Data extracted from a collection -
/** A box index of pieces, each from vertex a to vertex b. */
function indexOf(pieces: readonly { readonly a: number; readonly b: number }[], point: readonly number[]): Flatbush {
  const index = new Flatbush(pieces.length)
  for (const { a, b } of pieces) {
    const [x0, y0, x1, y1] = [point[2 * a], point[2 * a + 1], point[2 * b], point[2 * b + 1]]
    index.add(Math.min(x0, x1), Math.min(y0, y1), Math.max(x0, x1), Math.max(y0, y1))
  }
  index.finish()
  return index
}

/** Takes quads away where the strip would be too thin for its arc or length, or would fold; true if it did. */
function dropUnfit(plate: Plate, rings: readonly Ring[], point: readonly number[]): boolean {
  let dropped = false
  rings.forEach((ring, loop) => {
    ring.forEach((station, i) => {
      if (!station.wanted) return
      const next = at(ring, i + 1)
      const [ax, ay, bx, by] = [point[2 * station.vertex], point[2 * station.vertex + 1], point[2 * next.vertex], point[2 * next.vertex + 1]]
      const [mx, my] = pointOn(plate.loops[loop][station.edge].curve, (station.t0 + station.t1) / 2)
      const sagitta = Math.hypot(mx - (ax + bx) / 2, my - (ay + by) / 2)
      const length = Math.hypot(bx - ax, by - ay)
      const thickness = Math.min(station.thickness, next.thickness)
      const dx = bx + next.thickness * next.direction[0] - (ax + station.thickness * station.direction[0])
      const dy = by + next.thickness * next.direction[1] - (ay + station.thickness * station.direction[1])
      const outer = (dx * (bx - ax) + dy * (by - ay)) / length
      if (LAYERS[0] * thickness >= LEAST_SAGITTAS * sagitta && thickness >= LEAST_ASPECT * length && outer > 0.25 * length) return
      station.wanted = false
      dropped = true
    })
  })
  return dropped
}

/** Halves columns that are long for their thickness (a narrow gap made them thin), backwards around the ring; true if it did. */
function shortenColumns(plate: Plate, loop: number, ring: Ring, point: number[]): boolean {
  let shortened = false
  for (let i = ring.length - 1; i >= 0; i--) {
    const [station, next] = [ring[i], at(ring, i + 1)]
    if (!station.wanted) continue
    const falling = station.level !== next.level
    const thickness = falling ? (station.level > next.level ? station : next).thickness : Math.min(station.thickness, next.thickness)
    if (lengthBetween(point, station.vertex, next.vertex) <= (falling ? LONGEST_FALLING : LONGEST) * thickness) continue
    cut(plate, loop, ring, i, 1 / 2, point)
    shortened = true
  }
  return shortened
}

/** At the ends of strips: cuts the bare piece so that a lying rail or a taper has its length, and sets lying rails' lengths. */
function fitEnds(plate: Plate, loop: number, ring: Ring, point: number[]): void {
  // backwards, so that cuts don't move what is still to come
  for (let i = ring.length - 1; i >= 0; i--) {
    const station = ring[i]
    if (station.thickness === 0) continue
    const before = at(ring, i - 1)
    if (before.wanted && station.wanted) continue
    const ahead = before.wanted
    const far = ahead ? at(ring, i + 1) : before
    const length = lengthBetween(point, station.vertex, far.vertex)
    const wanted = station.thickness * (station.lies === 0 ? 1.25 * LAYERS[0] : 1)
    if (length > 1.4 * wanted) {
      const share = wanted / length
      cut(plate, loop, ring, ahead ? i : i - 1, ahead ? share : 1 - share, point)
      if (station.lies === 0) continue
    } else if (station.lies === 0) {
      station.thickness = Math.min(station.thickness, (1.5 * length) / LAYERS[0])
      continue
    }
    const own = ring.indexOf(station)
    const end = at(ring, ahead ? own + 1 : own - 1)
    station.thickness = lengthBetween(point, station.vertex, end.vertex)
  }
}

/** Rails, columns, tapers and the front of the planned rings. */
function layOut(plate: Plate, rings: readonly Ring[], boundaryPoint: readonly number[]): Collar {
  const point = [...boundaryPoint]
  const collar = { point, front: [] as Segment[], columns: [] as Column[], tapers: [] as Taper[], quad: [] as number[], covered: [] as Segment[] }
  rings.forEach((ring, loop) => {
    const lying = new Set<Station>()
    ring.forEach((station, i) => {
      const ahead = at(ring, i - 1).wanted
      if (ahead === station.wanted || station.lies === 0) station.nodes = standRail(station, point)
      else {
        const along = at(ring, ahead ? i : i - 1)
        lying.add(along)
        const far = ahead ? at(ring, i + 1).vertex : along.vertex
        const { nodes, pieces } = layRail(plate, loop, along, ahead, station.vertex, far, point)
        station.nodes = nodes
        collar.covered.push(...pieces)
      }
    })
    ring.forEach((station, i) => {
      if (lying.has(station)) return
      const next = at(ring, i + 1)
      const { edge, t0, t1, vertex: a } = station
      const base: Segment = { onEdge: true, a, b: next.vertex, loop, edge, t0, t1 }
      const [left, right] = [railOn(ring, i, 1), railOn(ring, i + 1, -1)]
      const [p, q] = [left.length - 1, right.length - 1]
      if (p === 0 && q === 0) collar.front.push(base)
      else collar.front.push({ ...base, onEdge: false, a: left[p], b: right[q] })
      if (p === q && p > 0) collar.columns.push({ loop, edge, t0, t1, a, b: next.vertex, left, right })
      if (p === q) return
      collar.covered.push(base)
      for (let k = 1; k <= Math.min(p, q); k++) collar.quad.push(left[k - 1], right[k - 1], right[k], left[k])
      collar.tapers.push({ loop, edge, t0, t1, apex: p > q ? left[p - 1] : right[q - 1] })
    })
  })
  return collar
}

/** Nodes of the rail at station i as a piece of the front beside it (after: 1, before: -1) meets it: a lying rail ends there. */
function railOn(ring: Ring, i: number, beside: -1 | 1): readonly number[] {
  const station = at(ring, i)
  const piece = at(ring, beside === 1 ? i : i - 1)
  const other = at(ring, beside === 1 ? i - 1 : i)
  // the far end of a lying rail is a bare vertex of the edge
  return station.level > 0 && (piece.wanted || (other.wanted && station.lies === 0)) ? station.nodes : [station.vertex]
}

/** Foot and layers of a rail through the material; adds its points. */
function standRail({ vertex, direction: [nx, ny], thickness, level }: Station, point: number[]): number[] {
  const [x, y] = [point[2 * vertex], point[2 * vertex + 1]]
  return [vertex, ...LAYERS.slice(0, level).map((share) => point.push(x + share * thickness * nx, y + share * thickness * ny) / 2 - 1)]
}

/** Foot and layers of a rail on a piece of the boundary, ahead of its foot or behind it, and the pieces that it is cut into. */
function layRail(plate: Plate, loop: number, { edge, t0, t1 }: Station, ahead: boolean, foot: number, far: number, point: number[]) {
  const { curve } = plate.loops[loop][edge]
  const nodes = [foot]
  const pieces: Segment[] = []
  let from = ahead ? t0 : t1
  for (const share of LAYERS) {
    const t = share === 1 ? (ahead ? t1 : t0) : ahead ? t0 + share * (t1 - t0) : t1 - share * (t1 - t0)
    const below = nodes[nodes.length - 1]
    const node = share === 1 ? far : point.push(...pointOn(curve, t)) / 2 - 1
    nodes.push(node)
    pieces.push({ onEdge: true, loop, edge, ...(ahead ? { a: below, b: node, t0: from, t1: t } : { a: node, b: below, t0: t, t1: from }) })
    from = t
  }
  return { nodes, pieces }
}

TASK DESCRIPTION - Starting with the first entry and ending with the last, give all of them again unchanged.

SOLUTION TO THE EXERCISE -
/** A box index of pieces, each from vertex a to vertex b. */
function indexOf(pieces: readonly { readonly a: number; readonly b: number }[], point: readonly number[]): Flatbush {
  const index = new Flatbush(pieces.length)
  for (const { a, b } of pieces) {
    const [x0, y0, x1, y1] = [point[2 * a], point[2 * a + 1], point[2 * b], point[2 * b + 1]]
    index.add(Math.min(x0, x1), Math.min(y0, y1), Math.max(x0, x1), Math.max(y0, y1))
  }
  index.finish()
  return index
}

/** Takes quads away where the strip would be too thin for its arc or length, or would fold; true if it did. */
function dropUnfit(plate: Plate, rings: readonly Ring[], point: readonly number[]): boolean {
  let dropped = false
  rings.forEach((ring, loop) => {
    ring.forEach((station, i) => {
      if (!station.wanted) return
      const next = at(ring, i + 1)
      const [ax, ay, bx, by] = [point[2 * station.vertex], point[2 * station.vertex + 1], point[2 * next.vertex], point[2 * next.vertex + 1]]
      const [mx, my] = pointOn(plate.loops[loop][station.edge].curve, (station.t0 + station.t1) / 2)
      const sagitta = Math.hypot(mx - (ax + bx) / 2, my - (ay + by) / 2)
      const length = Math.hypot(bx - ax, by - ay)
      const thickness = Math.min(station.thickness, next.thickness)
      const dx = bx + next.thickness * next.direction[0] - (ax + station.thickness * station.direction[0])
      const dy = by + next.thickness * next.direction[1] - (ay + station.thickness * station.direction[1])
      const outer = (dx * (bx - ax) + dy * (by - ay)) / length
      if (LAYERS[0] * thickness >= LEAST_SAGITTAS * sagitta && thickness >= LEAST_ASPECT * length && outer > 0.25 * length) return
      station.wanted = false
      dropped = true
    })
  })
  return dropped
}

/** Halves columns that are long for their thickness (a narrow gap made them thin), backwards around the ring; true if it did. */
function shortenColumns(plate: Plate, loop: number, ring: Ring, point: number[]): boolean {
  let shortened = false
  for (let i = ring.length - 1; i >= 0; i--) {
    const [station, next] = [ring[i], at(ring, i + 1)]
    if (!station.wanted) continue
    const falling = station.level !== next.level
    const thickness = falling ? (station.level > next.level ? station : next).thickness : Math.min(station.thickness, next.thickness)
    if (lengthBetween(point, station.vertex, next.vertex) <= (falling ? LONGEST_FALLING : LONGEST) * thickness) continue
    cut(plate, loop, ring, i, 1 / 2, point)
    shortened = true
  }
  return shortened
}

/** At the ends of strips: cuts the bare piece so that a lying rail or a taper has its length, and sets lying rails' lengths. */
function fitEnds(plate: Plate, loop: number, ring: Ring, point: number[]): void {
  // backwards, so that cuts don't move what is still to come
  for (let i = ring.length - 1; i >= 0; i--) {
    const station = ring[i]
    if (station.thickness === 0) continue
    const before = at(ring, i - 1)
    if (before.wanted && station.wanted) continue
    const ahead = before.wanted
    const far = ahead ? at(ring, i + 1) : before
    const length = lengthBetween(point, station.vertex, far.vertex)
    const wanted = station.thickness * (station.lies === 0 ? 1.25 * LAYERS[0] : 1)
    if (length > 1.4 * wanted) {
      const share = wanted / length
      cut(plate, loop, ring, ahead ? i : i - 1, ahead ? share : 1 - share, point)
      if (station.lies === 0) continue
    } else if (station.lies === 0) {
      station.thickness = Math.min(station.thickness, (1.5 * length) / LAYERS[0])
      continue
    }
    const own = ring.indexOf(station)
    const end = at(ring, ahead ? own + 1 : own - 1)
    station.thickness = lengthBetween(point, station.vertex, end.vertex)
  }
}

/** Rails, columns, tapers and the front of the planned rings. */
function layOut(plate: Plate, rings: readonly Ring[], boundaryPoint: readonly number[]): Collar {
  const point = [...boundaryPoint]
  const collar = { point, front: [] as Segment[], columns: [] as Column[], tapers: [] as Taper[], quad: [] as number[], covered: [] as Segment[] }
  rings.forEach((ring, loop) => {
    const lying = new Set<Station>()
    ring.forEach((station, i) => {
      const ahead = at(ring, i - 1).wanted
      if (ahead === station.wanted || station.lies === 0) station.nodes = standRail(station, point)
      else {
        const along = at(ring, ahead ? i : i - 1)
        lying.add(along)
        const far = ahead ? at(ring, i + 1).vertex : along.vertex
        const { nodes, pieces } = layRail(plate, loop, along, ahead, station.vertex, far, point)
        station.nodes = nodes
        collar.covered.push(...pieces)
      }
    })
    ring.forEach((station, i) => {
      if (lying.has(station)) return
      const next = at(ring, i + 1)
      const { edge, t0, t1, vertex: a } = station
      const base: Segment = { onEdge: true, a, b: next.vertex, loop, edge, t0, t1 }
      const [left, right] = [railOn(ring, i, 1), railOn(ring, i + 1, -1)]
      const [p, q] = [left.length - 1, right.length - 1]
      if (p === 0 && q === 0) collar.front.push(base)
      else collar.front.push({ ...base, onEdge: false, a: left[p], b: right[q] })
      if (p === q && p > 0) collar.columns.push({ loop, edge, t0, t1, a, b: next.vertex, left, right })
      if (p === q) return
      collar.covered.push(base)
      for (let k = 1; k <= Math.min(p, q); k++) collar.quad.push(left[k - 1], right[k - 1], right[k], left[k])
      collar.tapers.push({ loop, edge, t0, t1, apex: p > q ? left[p - 1] : right[q - 1] })
    })
  })
  return collar
}

/** Nodes of the rail at station i as a piece of the front beside it (after: 1, before: -1) meets it: a lying rail ends there. */
function railOn(ring: Ring, i: number, beside: -1 | 1): readonly number[] {
  const station = at(ring, i)
  const piece = at(ring, beside === 1 ? i : i - 1)
  const other = at(ring, beside === 1 ? i - 1 : i)
  // the far end of a lying rail is a bare vertex of the edge
  return station.level > 0 && (piece.wanted || (other.wanted && station.lies === 0)) ? station.nodes : [station.vertex]
}

/** Foot and layers of a rail through the material; adds its points. */
function standRail({ vertex, direction: [nx, ny], thickness, level }: Station, point: number[]): number[] {
  const [x, y] = [point[2 * vertex], point[2 * vertex + 1]]
  return [vertex, ...LAYERS.slice(0, level).map((share) => point.push(x + share * thickness * nx, y + share * thickness * ny) / 2 - 1)]
}

/** Foot and layers of a rail on a piece of the boundary, ahead of its foot or behind it, and the pieces that it is cut into. */
function layRail(plate: Plate, loop: number, { edge, t0, t1 }: Station, ahead: boolean, foot: number, far: number, point: number[]) {
  const { curve } = plate.loops[loop][edge]
  const nodes = [foot]
  const pieces: Segment[] = []
  let from = ahead ? t0 : t1
  for (const share of LAYERS) {
    const t = share === 1 ? (ahead ? t1 : t0) : ahead ? t0 + share * (t1 - t0) : t1 - share * (t1 - t0)
    const below = nodes[nodes.length - 1]
    const node = share === 1 ? far : point.push(...pointOn(curve, t)) / 2 - 1
    nodes.push(node)
    pieces.push({ onEdge: true, loop, edge, ...(ahead ? { a: below, b: node, t0: from, t1: t } : { a: node, b: below, t0: t, t1: from }) })
    from = t
  }
  return { nodes, pieces }
}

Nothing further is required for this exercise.